• **WHAT YOU ARE ASKED TO DO**:
Only the lines from the one with "turned += Math.atan2(cross, dot)" onward are wanted, through the last line of the entries, set down exactly.

*** RECORDS FOR THE EXERCISE Section Begins ***

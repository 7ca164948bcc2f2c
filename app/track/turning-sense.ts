import type { Centreline } from '~/track/centreline'

/** Which way round a lap goes, seen from above; `crossing` where it crosses itself so that left and right turns cancel. */
export type TurningSense = 'clockwise' | 'anticlockwise' | 'crossing'

/**
 * The sense of a closed line in the order of its positions, by its turning number: the sum of the turns at its vertices in
 * whole turns, +1 anticlockwise, −1 clockwise, 0 for a figure of eight. An area would tell a crossing line wrong.
 */
export function turningSense(line: Pick<Centreline, 'east' | 'north' | 'count'>): TurningSense {
  const { east, north, count } = line
  let turned = 0
  for (let i = 0; i < count; i++) {
    const before = (i + count - 1) % count
    const cross = east[before]! * north[i]! - north[before]! * east[i]!
    const dot = east[before]! * east[i]! + north[before]! * north[i]!
    turned += Math.atan2(cross, dot)
  }
  const turns = Math.round(turned / (2 * Math.PI))
  if (turns === 0) return 'crossing'
  return turns > 0 ? 'anticlockwise' : 'clockwise'
}

const REVERSED: Record<TurningSense, TurningSense> = {
  clockwise: 'anticlockwise',
  anticlockwise: 'clockwise',
  crossing: 'crossing',
}

/** The sense of the same line driven, or driven the other way. */
export const senseDriven = (sense: TurningSense, reversed: boolean): TurningSense => (reversed ? REVERSED[sense] : sense)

*** RECORDS FOR THE EXERCISE Section Ends ***

• **ANSWER TO THIS EXERCISE**:
    turned += Math.atan2(cross, dot)
  }
  const turns = Math.round(turned / (2 * Math.PI))
  if (turns === 0) return 'crossing'
  return turns > 0 ? 'anticlockwise' : 'clockwise'
}

const REVERSED: Record<TurningSense, TurningSense> = {
  clockwise: 'anticlockwise',
  anticlockwise: 'clockwise',
  crossing: 'crossing',
}

/** The sense of the same line driven, or driven the other way. */
export const senseDriven = (sense: TurningSense, reversed: boolean): TurningSense => (reversed ? REVERSED[sense] : sense)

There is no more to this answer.